EXERCISE PROMPT:
Copy out the lines of the records below, and only those lines, from the one with "if (only.length >" through the one with "main().catch((e: unknown) =>", exactly as they appear.

Data items
######
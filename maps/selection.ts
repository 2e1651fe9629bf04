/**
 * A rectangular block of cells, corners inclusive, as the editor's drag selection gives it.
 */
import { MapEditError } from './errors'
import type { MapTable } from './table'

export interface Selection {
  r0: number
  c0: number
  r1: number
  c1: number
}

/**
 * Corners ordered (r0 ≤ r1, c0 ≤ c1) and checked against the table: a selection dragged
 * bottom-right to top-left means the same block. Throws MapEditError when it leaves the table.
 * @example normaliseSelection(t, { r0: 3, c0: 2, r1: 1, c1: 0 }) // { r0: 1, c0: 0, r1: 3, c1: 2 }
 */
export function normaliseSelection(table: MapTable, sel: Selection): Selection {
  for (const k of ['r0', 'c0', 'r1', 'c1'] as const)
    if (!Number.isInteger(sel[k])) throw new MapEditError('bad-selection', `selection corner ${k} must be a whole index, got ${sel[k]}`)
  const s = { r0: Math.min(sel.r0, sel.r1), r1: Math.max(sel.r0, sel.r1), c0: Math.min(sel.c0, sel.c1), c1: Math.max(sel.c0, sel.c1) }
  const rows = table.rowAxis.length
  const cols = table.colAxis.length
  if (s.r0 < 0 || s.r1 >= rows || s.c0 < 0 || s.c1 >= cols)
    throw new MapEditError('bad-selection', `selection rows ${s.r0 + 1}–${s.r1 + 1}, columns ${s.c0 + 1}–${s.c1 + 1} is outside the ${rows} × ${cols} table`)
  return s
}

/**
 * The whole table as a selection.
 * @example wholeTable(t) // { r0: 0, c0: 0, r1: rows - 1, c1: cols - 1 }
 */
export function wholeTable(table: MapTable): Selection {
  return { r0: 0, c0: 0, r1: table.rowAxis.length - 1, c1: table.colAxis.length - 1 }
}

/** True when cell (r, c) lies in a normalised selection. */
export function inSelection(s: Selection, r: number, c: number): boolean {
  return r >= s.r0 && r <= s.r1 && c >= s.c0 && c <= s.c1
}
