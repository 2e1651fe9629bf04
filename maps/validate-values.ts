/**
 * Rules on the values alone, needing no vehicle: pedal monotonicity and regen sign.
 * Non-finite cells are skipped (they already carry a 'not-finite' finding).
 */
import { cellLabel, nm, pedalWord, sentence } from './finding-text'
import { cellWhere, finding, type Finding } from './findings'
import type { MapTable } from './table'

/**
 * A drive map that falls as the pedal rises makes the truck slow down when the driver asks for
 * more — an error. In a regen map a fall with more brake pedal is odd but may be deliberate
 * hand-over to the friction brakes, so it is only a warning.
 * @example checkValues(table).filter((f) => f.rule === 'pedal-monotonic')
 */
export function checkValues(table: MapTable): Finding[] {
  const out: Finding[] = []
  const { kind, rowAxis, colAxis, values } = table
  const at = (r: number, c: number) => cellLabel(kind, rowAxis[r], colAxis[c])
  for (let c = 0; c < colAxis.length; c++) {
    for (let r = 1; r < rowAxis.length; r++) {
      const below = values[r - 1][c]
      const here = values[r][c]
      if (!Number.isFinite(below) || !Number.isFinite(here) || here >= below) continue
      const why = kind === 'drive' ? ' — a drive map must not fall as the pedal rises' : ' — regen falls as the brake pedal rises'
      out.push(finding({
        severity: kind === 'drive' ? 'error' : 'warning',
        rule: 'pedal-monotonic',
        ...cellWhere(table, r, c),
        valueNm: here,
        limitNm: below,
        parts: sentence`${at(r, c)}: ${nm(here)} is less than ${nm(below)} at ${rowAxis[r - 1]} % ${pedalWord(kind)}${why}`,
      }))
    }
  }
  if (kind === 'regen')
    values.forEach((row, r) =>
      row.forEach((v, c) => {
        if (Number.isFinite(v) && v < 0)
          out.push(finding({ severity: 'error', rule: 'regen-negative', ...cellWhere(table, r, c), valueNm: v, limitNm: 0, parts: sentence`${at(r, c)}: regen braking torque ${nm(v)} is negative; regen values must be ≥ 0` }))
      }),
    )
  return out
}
######
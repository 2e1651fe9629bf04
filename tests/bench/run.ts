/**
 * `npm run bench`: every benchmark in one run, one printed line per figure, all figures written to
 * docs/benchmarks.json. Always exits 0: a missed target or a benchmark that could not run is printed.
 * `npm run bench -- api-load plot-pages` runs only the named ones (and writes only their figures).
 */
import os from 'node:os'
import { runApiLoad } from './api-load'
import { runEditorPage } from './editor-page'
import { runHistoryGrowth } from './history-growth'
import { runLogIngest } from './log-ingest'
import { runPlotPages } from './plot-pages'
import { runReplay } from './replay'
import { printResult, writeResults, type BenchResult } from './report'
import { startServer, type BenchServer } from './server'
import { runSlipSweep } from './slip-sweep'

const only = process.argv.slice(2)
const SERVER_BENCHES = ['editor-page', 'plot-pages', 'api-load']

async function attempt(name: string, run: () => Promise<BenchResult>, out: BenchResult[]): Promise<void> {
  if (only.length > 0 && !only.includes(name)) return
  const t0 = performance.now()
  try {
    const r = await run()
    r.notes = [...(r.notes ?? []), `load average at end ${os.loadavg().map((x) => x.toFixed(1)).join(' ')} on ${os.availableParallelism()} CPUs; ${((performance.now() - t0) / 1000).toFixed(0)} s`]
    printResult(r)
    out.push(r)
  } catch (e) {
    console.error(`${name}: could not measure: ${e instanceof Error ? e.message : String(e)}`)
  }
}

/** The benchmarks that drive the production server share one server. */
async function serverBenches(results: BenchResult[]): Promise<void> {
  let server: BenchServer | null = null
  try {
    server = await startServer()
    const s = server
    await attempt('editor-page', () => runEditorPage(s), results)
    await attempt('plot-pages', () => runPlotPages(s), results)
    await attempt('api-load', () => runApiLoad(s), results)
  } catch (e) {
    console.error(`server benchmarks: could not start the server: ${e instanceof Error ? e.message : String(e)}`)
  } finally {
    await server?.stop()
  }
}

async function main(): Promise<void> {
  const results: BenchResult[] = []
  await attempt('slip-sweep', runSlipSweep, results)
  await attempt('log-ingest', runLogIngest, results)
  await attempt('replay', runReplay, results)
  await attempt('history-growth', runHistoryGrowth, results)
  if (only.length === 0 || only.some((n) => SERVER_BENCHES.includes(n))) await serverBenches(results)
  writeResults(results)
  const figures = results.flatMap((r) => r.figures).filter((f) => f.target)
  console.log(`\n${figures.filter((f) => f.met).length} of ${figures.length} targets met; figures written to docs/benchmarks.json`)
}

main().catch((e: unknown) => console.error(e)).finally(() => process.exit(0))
######
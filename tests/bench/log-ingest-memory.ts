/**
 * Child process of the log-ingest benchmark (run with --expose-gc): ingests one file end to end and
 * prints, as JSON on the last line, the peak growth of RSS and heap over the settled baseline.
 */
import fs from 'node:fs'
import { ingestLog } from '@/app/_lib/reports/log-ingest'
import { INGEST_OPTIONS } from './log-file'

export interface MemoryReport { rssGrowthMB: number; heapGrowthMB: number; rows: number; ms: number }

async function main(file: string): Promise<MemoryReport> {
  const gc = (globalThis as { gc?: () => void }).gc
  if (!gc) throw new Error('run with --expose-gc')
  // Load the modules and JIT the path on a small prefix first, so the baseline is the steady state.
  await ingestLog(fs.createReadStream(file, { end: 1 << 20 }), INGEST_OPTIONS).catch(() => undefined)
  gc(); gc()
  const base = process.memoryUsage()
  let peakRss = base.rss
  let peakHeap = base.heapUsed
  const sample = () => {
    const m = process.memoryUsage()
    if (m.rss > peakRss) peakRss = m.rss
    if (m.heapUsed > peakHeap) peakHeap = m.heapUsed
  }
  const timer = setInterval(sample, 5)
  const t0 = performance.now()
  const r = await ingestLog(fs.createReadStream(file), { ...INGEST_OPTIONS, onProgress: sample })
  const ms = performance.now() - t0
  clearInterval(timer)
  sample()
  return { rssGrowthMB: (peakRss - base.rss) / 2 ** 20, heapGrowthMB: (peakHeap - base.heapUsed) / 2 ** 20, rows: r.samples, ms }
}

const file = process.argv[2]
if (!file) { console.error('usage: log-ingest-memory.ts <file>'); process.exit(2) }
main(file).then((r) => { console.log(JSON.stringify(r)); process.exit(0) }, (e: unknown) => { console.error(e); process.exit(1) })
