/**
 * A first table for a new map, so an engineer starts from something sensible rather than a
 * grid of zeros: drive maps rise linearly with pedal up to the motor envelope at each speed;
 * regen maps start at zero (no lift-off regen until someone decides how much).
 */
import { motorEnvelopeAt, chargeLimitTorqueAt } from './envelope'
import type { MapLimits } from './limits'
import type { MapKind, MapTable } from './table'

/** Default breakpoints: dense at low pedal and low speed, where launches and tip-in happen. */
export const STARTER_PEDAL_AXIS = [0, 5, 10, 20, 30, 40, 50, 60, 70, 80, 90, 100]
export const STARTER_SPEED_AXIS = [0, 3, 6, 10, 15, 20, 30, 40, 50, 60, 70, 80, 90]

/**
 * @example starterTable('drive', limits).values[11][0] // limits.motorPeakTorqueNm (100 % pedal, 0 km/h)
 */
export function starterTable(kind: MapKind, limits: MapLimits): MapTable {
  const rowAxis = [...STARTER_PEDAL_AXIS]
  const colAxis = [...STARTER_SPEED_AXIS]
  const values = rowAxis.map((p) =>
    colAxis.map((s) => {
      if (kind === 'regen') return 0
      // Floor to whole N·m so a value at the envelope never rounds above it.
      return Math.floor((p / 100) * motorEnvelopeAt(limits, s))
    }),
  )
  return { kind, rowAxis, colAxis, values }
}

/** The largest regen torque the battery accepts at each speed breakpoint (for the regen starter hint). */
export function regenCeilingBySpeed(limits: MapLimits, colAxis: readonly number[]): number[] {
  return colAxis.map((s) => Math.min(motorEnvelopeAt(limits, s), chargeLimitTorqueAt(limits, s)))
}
######
EXERCISE ANSWER:
  if (only.length > 0 && !only.includes(name)) return
  const t0 = performance.now()
  try {
    const r = await run()
    r.notes = [...(r.notes ?? []), `load average at end ${os.loadavg().map((x) => x.toFixed(1)).join(' ')} on ${os.availableParallelism()} CPUs; ${((performance.now() - t0) / 1000).toFixed(0)} s`]
    printResult(r)
    out.push(r)
  } catch (e) {
    console.error(`${name}: could not measure: ${e instanceof Error ? e.message : String(e)}`)
  }
}

/** The benchmarks that drive the production server share one server. */
async function serverBenches(results: BenchResult[]): Promise<void> {
  let server: BenchServer | null = null
  try {
    server = await startServer()
    const s = server
    await attempt('editor-page', () => runEditorPage(s), results)
    await attempt('plot-pages', () => runPlotPages(s), results)
    await attempt('api-load', () => runApiLoad(s), results)
  } catch (e) {
    console.error(`server benchmarks: could not start the server: ${e instanceof Error ? e.message : String(e)}`)
  } finally {
    await server?.stop()
  }
}

async function main(): Promise<void> {
  const results: BenchResult[] = []
  await attempt('slip-sweep', runSlipSweep, results)
  await attempt('log-ingest', runLogIngest, results)
  await attempt('replay', runReplay, results)
  await attempt('history-growth', runHistoryGrowth, results)
  if (only.length === 0 || only.some((n) => SERVER_BENCHES.includes(n))) await serverBenches(results)
  writeResults(results)
  const figures = results.flatMap((r) => r.figures).filter((f) => f.target)
  console.log(`\n${figures.filter((f) => f.met).length} of ${figures.length} targets met; figures written to docs/benchmarks.json`)
}

main().catch((e: unknown) => console.error(e)).finally(() => process.exit(0))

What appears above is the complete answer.